The foundational experiments of Nongjian Tao[1] and subsequent work exploring charge transport through single molecules connected to two metallic electrodes[2−4] have led to the design of molecular-scale components such as switches,[4−6] rectifiers,[7] and highly conjugated molecular wires.[8] A more recent goal of this research is the design of thermoelectric materials[9] or devices[10] based on single molecules or self-assembled monolayers,[11] which can convert heat into electricity and contribute to the global challenge of green energy harvesting. Such organic materials and devices are potentially lightweight, flexible, environmentally friendly and cost-effective.[12,13] Diphenyl diketopyrrolopyrrole discovered by Farnum et al. in 1974[14] has unique properties, such as good conjugation, strong electron-withdrawing ability, thermal stability and photostability, and high-fluorescence quantum efficiency.[15,16] It is widely used as a building block for organic molecules, both for fundamental studies of electronic properties and for industrial applications as dyes and pigments.[15,17] Furthermore, the diketopyrrolopyrrole (DPP)-based molecule could be placed between aromatic rings such as the five-membered heterocycle thiophene,[18] which creates the possibility of tuning their transport properties. In this work, stimulated by measurements of thermoelectricity in bulk DPP-based films, which show that a thermoelectric figure of merit of ZT = 0.25 could be achieved,[19] we examine how room-temperature quantum interference in DPP cores influences their charge and heat transport properties and assess whether or not DPP derivatives are potential thermoelectric materials at the nanoscale.
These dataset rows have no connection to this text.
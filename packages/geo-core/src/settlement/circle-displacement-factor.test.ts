import { describe, expect, it } from 'vitest';
import { circleDisplacementFactor } from './circle-displacement-factor.js';
import { completeEllipticIntegrals } from './complete-elliptic-integrals.js';
import { gaussLegendreRule } from './gauss-legendre-rule.js';

// Independent quadrature of Boussinesq's point-load displacement (1 + ν)/(2π)·[2(1 − ν)/R + z²/R³] over
// the circle: 96-point Gauss–Legendre in ρ times 192-point in θ about the centre.
const { nodes: nodesRho, weights: weightsRho } = gaussLegendreRule(96);
const { nodes: nodesTheta, weights: weightsTheta } = gaussLegendreRule(192);
const bruteForce = (a: number, r: number, z: number, nu: number): number => {
  let sum = 0;
  nodesRho.forEach((u, i) => {
    const rho = (a / 2) * (1 + u);
    nodesTheta.forEach((v, j) => {
      const theta = Math.PI * (1 + v);
      const slant = Math.hypot(rho * Math.cos(theta) - r, rho * Math.sin(theta), z);
      sum += (weightsRho[i] ?? 0) * (weightsTheta[j] ?? 0) * (a / 2) * Math.PI * rho * ((1 + nu) / (2 * Math.PI)) * ((2 * (1 - nu)) / slant + (z * z) / slant ** 3);
    });
  });
  return sum;
};

describe('circleDisplacementFactor(radiusM, offsetM, depthM, poissonRatio)', () => {
  it('at the surface: 2(1 − ν²)a at the centre and 4(1 − ν²)a/π at the rim (Timoshenko & Goodier)', () => {
    expect(circleDisplacementFactor(1.5, 0, 0, 0.25)).toBeCloseTo(2 * 0.9375 * 1.5, 12);
    expect(circleDisplacementFactor(1.5, 1.5, 0, 0.25)).toBeCloseTo((4 * 0.9375 * 1.5) / Math.PI, 12);
  });

  it.each([
    [0.6, 0.8],
    [1, 0.5],
    [2.5, 0.8],
    [4, 3],
  ])('below the surface (r/a = %s, z/a = %s) agrees with an independent quadrature to 1e-8', (r, z) => {
    expect(Math.abs(circleDisplacementFactor(1, r, z, 0.3) - bruteForce(1, r, z, 0.3))).toBeLessThan(1e-8);
  });

  it('the surface closed forms are the limit of the integral below: continuous at z → 0 inside and outside', () => {
    for (const r of [0.4, 2]) expect(circleDisplacementFactor(1, r, 1e-7, 0.3)).toBeCloseTo(circleDisplacementFactor(1, r, 0, 0.3), 5);
  });
});

describe('completeEllipticIntegrals(modulus)', () => {
  it('gives K(0) = E(0) = π/2 and Legendre’s relation E·K′ + E′·K − K·K′ = π/2 at k = 0.6, k′ = 0.8', () => {
    expect(completeEllipticIntegrals(0)).toEqual({ k: Math.PI / 2, e: Math.PI / 2 });
    const a = completeEllipticIntegrals(0.6);
    const b = completeEllipticIntegrals(0.8);
    expect(a.e * b.k + b.e * a.k - a.k * b.k).toBeCloseTo(Math.PI / 2, 13);
  });

  it('throws RangeError outside 0 ≤ k < 1', () => {
    expect(() => completeEllipticIntegrals(1)).toThrow(new RangeError('completeEllipticIntegrals requires 0 <= modulus < 1'));
  });
});
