/** Carried by every settlement result, so no report of the numbers goes out without it. */
export const SETTLEMENT_CAUTION =
  'These are engineering calculations for review by a qualified geotechnical engineer. They depend on sample quality, test procedure and the ground model, and do not replace site-specific judgement, local codes or licensed sign-off.';
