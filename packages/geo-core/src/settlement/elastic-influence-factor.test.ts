import { describe, expect, it } from 'vitest';
import { elasticInfluenceFactor } from './elastic-influence-factor.js';
import { gaussLegendreRule } from './gauss-legendre-rule.js';
import { immediateSettlement } from './immediate-settlement.js';

// Hand calculations of the closed forms (corner α = (1/π)[ln(m + √(1 + m²)) + m·ln((1 + √(1 + m²))/m)], centre twice it,
// average centre + (2/π)(1 + m³ − (1 + m²)^1.5)/(3m)):
// m = 1: (1/π)(0.881374 + 0.881374) = 0.561100; centre 1.122200; average 1.122200 + 0.636620 × (−0.828427/3) = 0.946402.
// m = 2: (1/π)(ln 4.236068 + 2 ln 1.618034) = (1.443635 + 0.962424)/π = 0.765872; centre 1.531745;
//        average 1.531745 + 0.636620 × (−2.180340/6) = 1.300404.
const HAND_CALCULATED: ReadonlyArray<readonly [number, number, number]> = [
  [1, 1.1222, 0.946402],
  [2, 1.531745, 1.300404],
];

// Independently: the corner α is (1/(πB))∫∫ dA/r over the B × L rectangle (Boussinesq's surface displacement
// P(1 − ν²)/(πEr) summed over the load), in polar coordinates about the corner, ∫ ρmax(θ) dθ: each side of the
// diagonal by 48-point Gauss–Legendre (the integrand is smooth there).
const { nodes, weights } = gaussLegendreRule(48);
const quadratureCornerFactor = (m: number): number => {
  const diagonal = Math.atan2(m, 1);
  const part = (from: number, to: number, reach: (theta: number) => number) =>
    nodes.reduce((sum, u, i) => sum + (weights[i] ?? 0) * ((to - from) / 2) * reach(from + ((to - from) / 2) * (1 + u)), 0);
  return (part(0, diagonal, (theta) => 1 / Math.cos(theta)) + part(diagonal, Math.PI / 2, (theta) => m / Math.sin(theta))) / Math.PI;
};

describe('elasticInfluenceFactor(shape, lengthToWidthRatio, position)', () => {
  it.each(HAND_CALCULATED)('L/B = %s: centre %s and average %s, the hand calculations written out above', (ratio, centre, average) => {
    expect(Math.abs((elasticInfluenceFactor('rectangle', ratio, 'centre') ?? Number.NaN) - centre)).toBeLessThanOrEqual(0.000001);
    expect(Math.abs((elasticInfluenceFactor('rectangle', ratio, 'average') ?? Number.NaN) - average)).toBeLessThanOrEqual(0.000001);
    expect(elasticInfluenceFactor('rectangle', ratio, 'corner')).toBeCloseTo((elasticInfluenceFactor('rectangle', ratio, 'centre') ?? 0) / 2, 12);
  });

  it.each([1, 1.5, 3, 5, 10])('L/B = %s: the corner factor equals the surface displacement integrated over the rectangle (independent quadrature, 1e-12)', (ratio) => {
    expect(Math.abs((elasticInfluenceFactor('rectangle', ratio, 'corner') ?? Number.NaN) - quadratureCornerFactor(ratio))).toBeLessThan(1e-12);
  });

  it('interpolates the rigid-footing table it holds linearly in L/B (its values are quoted, not derived: see the source comment)', () => {
    expect(elasticInfluenceFactor('rectangle', 1, 'rigid')).toBeCloseTo(0.88, 12);
    // Halfway between L/B = 3 (1.44) and 5 (1.72): 1.58.
    expect(elasticInfluenceFactor('rectangle', 4, 'rigid')).toBeCloseTo(1.58, 12);
  });

  it('rigid factor lies between the flexible average and corner, as a rigid footing must', () => {
    for (const ratio of [1, 1.5, 2, 3, 5, 10]) {
      const rigid = elasticInfluenceFactor('rectangle', ratio, 'rigid') ?? Number.NaN;
      expect(rigid).toBeLessThan(elasticInfluenceFactor('rectangle', ratio, 'average') ?? 0);
      expect(rigid).toBeGreaterThan(elasticInfluenceFactor('rectangle', ratio, 'corner') ?? 0);
    }
  });

  it('circle: the exact elastic solutions 1, 2/π, 8/(3π), π/4 (Timoshenko & Goodier; Poulos & Davis 1974)', () => {
    expect(elasticInfluenceFactor('circle', 1, 'centre')).toBe(1);
    expect(elasticInfluenceFactor('circle', 1, 'corner')).toBeCloseTo(0.6366, 4);
    expect(elasticInfluenceFactor('circle', 1, 'average')).toBeCloseTo(0.8488, 4);
    expect(elasticInfluenceFactor('circle', 1, 'rigid')).toBeCloseTo(0.7854, 4);
  });

  it('a square is the rectangle with L/B = 1; a strip has no half-space factor (null)', () => {
    for (const position of ['centre', 'corner', 'average', 'rigid'] as const) {
      expect(elasticInfluenceFactor('square', 7, position)).toBe(elasticInfluenceFactor('rectangle', 1, position));
      expect(elasticInfluenceFactor('strip', 1, position)).toBeNull();
    }
  });

  it('is null for a rigid rectangle beyond the table (L/B > 10)', () => {
    expect(elasticInfluenceFactor('rectangle', 12, 'rigid')).toBeNull();
  });

  it('throws RangeError for L/B below 1', () => {
    expect(() => elasticInfluenceFactor('rectangle', 0.5, 'centre')).toThrow(new RangeError('elasticInfluenceFactor requires a finite lengthToWidthRatio >= 1'));
  });
});

describe('immediateSettlement({ pressureKpa, widthM, lengthM, elasticModulusKpa, poissonRatio, position, shape })', () => {
  it('a flexible square, centre: q·B·(1 − ν²)/E·1.122', () => {
    // Hand calculation with α = 1.1222 (worked out above): 150 × 2 × (1 − 0.3²)/12 000 × 1.1222 = 0.025530 m.
    const result = immediateSettlement({ pressureKpa: 150, widthM: 2, lengthM: 2, elasticModulusKpa: 12_000, poissonRatio: 0.3, position: 'centre' });
    expect(Math.abs((result.settlementM ?? 0) - 0.02553)).toBeLessThanOrEqual(0.0000005);
    expect(result.warnings).toEqual([]);
  });

  it('a rigid circle is Boussinesq’s punch: π·q·a·(1 − ν²)/(2E)', () => {
    // Closed form (Timoshenko & Goodier): a = 1.5 m, q = 100 kPa, ν = 0.5, E = 20 MPa → π × 100 × 1.5 × 0.75/40 000 = 0.0088357 m.
    const result = immediateSettlement({ pressureKpa: 100, widthM: 3, lengthM: 3, elasticModulusKpa: 20_000, poissonRatio: 0.5, position: 'rigid', shape: 'circle' });
    expect(result.settlementM).toBeCloseTo(0.0088357, 7);
  });

  it('answers null with a warning for a rigid strip-like rectangle beyond the table', () => {
    const result = immediateSettlement({ pressureKpa: 100, widthM: 1, lengthM: 20, elasticModulusKpa: 20_000, poissonRatio: 0.3, position: 'rigid' });
    expect(result.settlementM).toBeNull();
    expect(result.warnings[0]).toMatch(/No published rigid-footing factor/);
  });

  it('a strip answers null with a warning: on a half-space it settles without bound', () => {
    const result = immediateSettlement({ pressureKpa: 100, widthM: 1, lengthM: 1, elasticModulusKpa: 20_000, poissonRatio: 0.3, position: 'centre', shape: 'strip' });
    expect(result.settlementM).toBeNull();
    expect(result.warnings[0]).toMatch(/^A strip on an elastic half-space settles without bound/);
  });

  it('a square is the rectangle with L = B, and must have L = B', () => {
    const base = { pressureKpa: 100, widthM: 2, lengthM: 2, elasticModulusKpa: 10_000, poissonRatio: 0.3, position: 'centre' as const };
    expect(immediateSettlement({ ...base, shape: 'square' })).toEqual(immediateSettlement(base));
    expect(() => immediateSettlement({ ...base, shape: 'square', lengthM: 3 })).toThrow(new RangeError('immediateSettlement requires lengthM = widthM for a square'));
  });

  it('throws RangeError for L < B, ν above 0.5 or a non-positive modulus', () => {
    const base = { pressureKpa: 100, widthM: 2, lengthM: 2, elasticModulusKpa: 10_000, poissonRatio: 0.3, position: 'centre' as const };
    expect(() => immediateSettlement({ ...base, lengthM: 1 })).toThrow(new RangeError('immediateSettlement requires a finite lengthM >= widthM'));
    expect(() => immediateSettlement({ ...base, poissonRatio: 0.6 })).toThrow(new RangeError('immediateSettlement requires 0 <= poissonRatio <= 0.5'));
    expect(() => immediateSettlement({ ...base, elasticModulusKpa: 0 })).toThrow(new RangeError('immediateSettlement requires a finite elasticModulusKpa > 0'));
    expect(() => immediateSettlement({ ...base, widthM: 0 })).toThrow(new RangeError('immediateSettlement requires a finite widthM > 0'));
  });
});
Figure a shows the series of molecules of interest. DPP1, DPP2, and DPP3 contain thiophene rings with different connectivities, corresponding to inequivalent positions of the sulfur atoms of the thiophenes. Furthermore, each molecule is found to have two stable geometries labeled a or b, corresponding to different orientations of the thiophene rings relative to the DPP core. In what follows, we shall show that the Seebeck coefficients of DPP2 and DPP3 could reach 500–700 μV/K. After including the contribution of phonons to the thermal conductance, the full ZTs for molecules DPP1-a and -b reach 1.5 at room temperature and could increase to 2 when the temperature increases to 400 K. By exploring the effect of charge-transfer doping using tetracyanoquinodimethane (TCNQ), which is a well-known electron acceptor,[20,21] we found that TCNQ can be used to change the signs of the Seebeck coefficients.

Figure 1

Charge transport properties of diketopyrrolopyrrole (DPP) derivative isomers attached to gold electrodes via -SMe anchor groups. (a) Models of the gold/molecule/gold sandwich junctions. The colors assigned to the atoms are as follows: gray for carbon, yellow for sulfur, red for oxygen, blue for nitrogen, white for hydrogen, and orange for gold electrode atoms. (b) DFT-based transmission spectra against Fermi energy (EF) in units of the quantum conductance G0 = 77μS. DPP1-a,-b (blue solid and dashed curves) exhibit constructive quantum interference (CQI) while DPP2-a,-b (red solid and dashed curves) and DPP3-a,-b (yellow solid and dashed curves) display destructive quantum interference (DQI).

Results and Discussion

We systematically investigated the electrical and thermoelectrical properties of gold/thiophene-diketopyrrolopyrrole/gold hybrid junctions (Figure a) using quantum transport theory combined with the mean-field Hamiltonian of each geometry obtained from tight-binding binding models of each molecule (see more details in Methods). The DPP derivative isomers are defined through their connectivity and orientation of the thiophene rings. To reveal the effect of these features on transport properties, the a and b contact geometries between electrodes and molecules were fixed, and therefore the b geometry is obtained by rotating the linkers and the electrodes of a relative to the DPP core by 180° around the molecule axis. We find the b isomers display very similar transmission functions before and after their geometrical relaxation (see Figures S1 and S2 of the Supporting Information (SI)). Figure b shows that both DPP1-a and DPP1-b exhibit CQI, signaled by the absence of a dip in their transmission functions T(E) within the HOMO–LUMO gap, whereas both isomers of DPP2 and DPP3 exhibit DQI signaled by the presence of such a dip. In all cases, charge transport is mainly LUMO-dominated.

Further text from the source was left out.